The fantasy/fairy tale lies in the basic setting that: Dorimare is an imaginary country and Lud-in-the-Mist is its capital, sitting at the meeting of two rivers: Dapple and Dawl. The Dawl seems to be the usual, expected kind of river, flowing southwards to the sea from somewhere inland, but the Dapple
“…had its source in Fairyland (from a salt inland sea, the geographers held) and flowed subterraneously under the Debatable Hills, was a humble little stream, and played no part in the commercial life of the town. But an old maxim of Dorimare bade one never forget that ‘The Dapple flows into the Dawl.’ It had come to be employed when one wanted to show the inadvisability of despising the services of humble agents; but, possibly, it had originally another application.”
This is at the very beginning of the second chapter, and already sets the tone: Dorimare may be a picturesque little country on a river so broad that the town is also a seaport, although 20 miles from the actual sea, but that broad river is fed, in part, by a second stream, one which comes from the west (and the West, of course, is always a place perhaps to be dreaded, as it is often the direction to which the dead go in many folk traditions, as well as being the home of weird, otherworldly folk, the sort of people and creatures that voyagers west, like St Brendan

and Oisin, of the Irish Fenian Cycle, and Yeats’ early The Wanderings of Usheen, 1889, which you can read here: https://www.gutenberg.org/files/38877/38877-h/38877-h.htm#THE_WANDERINGS_OF_USHEEN encounter. ) The river’s beginning lies, as well, in a place not visited by the Dorimarites for hundreds of years, Fairyland, and much of the book is taken up with “fairy fruit”, which is banned in Dorimare, along with any dealings or even mentions of fairies, but somehow keeps appearing and seriously disturbing the minds of those who consume it—as if the Dapple, under its pretty name, is actually underflowing and perhaps undercutting all of Dorimare.
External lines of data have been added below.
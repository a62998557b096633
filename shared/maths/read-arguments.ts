import type { Expr } from './expression.ts';
import {
  atoms,
  type Context,
  enclosed,
  expect,
  fail,
  flag,
  holding,
  inside,
  is,
  kind,
  lastEnd,
  next,
  numberOf,
  OUTSIDE,
  type Read,
  span,
  start,
  sum,
  take,
  takeDigit,
} from './reader.ts';
import type { TokenKind } from './token-table.ts';
import { type Complaint, source } from './tokens.ts';

const ARGUMENT: Context = { ...OUTSIDE, side: 'argument' };

/** An argument as TeX takes it: a braced group, or the next single digit, letter or command. */
export function readArgument(within?: Context): Expr {
  if (kind === '{') {
    next();
    if (is('}')) fail('missing-operand number letter');
    return enclosed('}', sum, within);
  }
  if (kind === '0') {
    const digit = takeDigit();
    return numberOf(span(digit.start), BigInt(digit.text));
  }
  if (!is('aei∞F√C(')) fail('missing-argument {');
  return inside(readAtom, is('aei') ? ARGUMENT : within);
}

/** The exponent or bound after `^` or `_`. */
export function readExponent(): Expr {
  if (is('0') && /\d/.test(source[start + 1] ?? '')) flag('power-digits');
  if (is('-+')) fail('missing-bracket {');
  return readArgument();
}

/** Takes the token as the beginning of what its kind stands for. */
export function readAtom(): Expr {
  return atoms[kind]!(next());
}

/** What is set below and above a sign, in either order and each at most once. */
export function readScripts<Below, Above>(
  readBelow: Read<Below>,
  readAbove: Read<Above>,
): readonly [below: Below | null, above: Above | null] {
  let below: Below | null = null;
  let above: Above | null = null;
  while (kind === '_' || kind === '^') {
    const isBelow = next().kind === '_';
    if (isBelow ? below : above) fail('extra-bracket');
    if (isBelow) below = readBelow();
    else above = readAbove();
  }
  return [below, above];
}

/** Expressions parted by commas or semicolons, up to the bracket that closes them. */
export function readItems(close: TokenKind, complaint?: Complaint): Expr[] {
  return enclosed(close, readList, holding(), complaint);
}

/** Expressions parted by commas or semicolons. */
export function readList(): Expr[] {
  const items = [];
  do items.push(sum());
  while (take(',;'));
  return items;
}

/** The letter after a `_`, in canonical spelling: `_1`, `_{max}`; empty where there is none. */
export function readSubscript(): string {
  if (kind !== '_') return '';
  next();
  if (is('0')) return `_${takeDigit().text}`;
  const from = start;
  let depth = 0;
  if (!is('{aei∞T')) fail('missing-argument letter number');
  do {
    if (is('$')) fail('missing-bracket }');
    if (is('{')) depth += 1;
    if (next().kind === '}') depth -= 1;
  } while (depth > 0);
  const text = source
    .slice(from, lastEnd)
    .replace(SUBSCRIPT_LAYOUT, (_, command: string | undefined) => (command ? `${command} ` : ''));
  if (!/^(?:[\w,+\-' ]|\\[a-zA-Z])+$/.test(text)) fail('missing-argument letter number');
  return text.length === 1 ? `_${text}` : `_{${text}}`;
}

/** Styles, braces and blanks go; a blank that ends a command stays. */
const SUBSCRIPT_LAYOUT =
  /\\(?:text|mathrm|mathit|operatorname|textrm|mbox)(?![a-zA-Z]) *|(\\[a-zA-Z]+)\s+(?=[a-zA-Z])|[{}\s]|\\[,;:! ]/g;

/** A letter that a calculus sign names: the x of dx, the k of a sum. */
export function readName(): string {
  return expect('ai', 'missing-argument letter').text + readSubscript();
}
The detective story seems almost a by-blow of the plot, although it involves a major character, Endymion Leer, who is a physician in Lud-in-the-Mist and, as the plot develops, much more, although I find that his role in the mystery somewhat trivializes the greater role he claims for himself near the end of the book at his trial for murder.
I won’t summarize the complicated plot—you can read a brief and, I fear, inadequate précis here: https://en.wikipedia.org/wiki/Lud-in-the-Mist and there are longer summaries to be had at various fantasy sites, although I find the ones I read, for me, too intent upon constructing complex, deeper meanings than I think the book really holds.
Instead, as I always do with reviews—films and books—I would encourage you to read it for yourself and come to your own conclusion.
There’s dry, quirky humor on the part of the narrator, some lush nature writing, a vivid depiction of what Fairyland might be like (unpleasant to nightmarish, I found it), and an appealing character in the protagonist, Nathaniel Chanticleer, who begins conventionally as a comfortable petit bourgeois (although he does have something haunting him), but grows into a feeling being through the fate of his son, Ranulph, all of which are at least enough to lure you in and perhaps keep you reading, as they did me.
So, as always, thanks for reading,
Wonder what fairy fruit might do to you,
And remember that, as ever, there’s
MTCIDC
O
PS
If going west myself, I should meet Hope Mirrlees, I would request that, should she, in some spiritual form, ever do a revised edition, she might include a map—a nice end paper one would do—as it would definitely help to keep one oriented in the characters’ travels around Dorimare.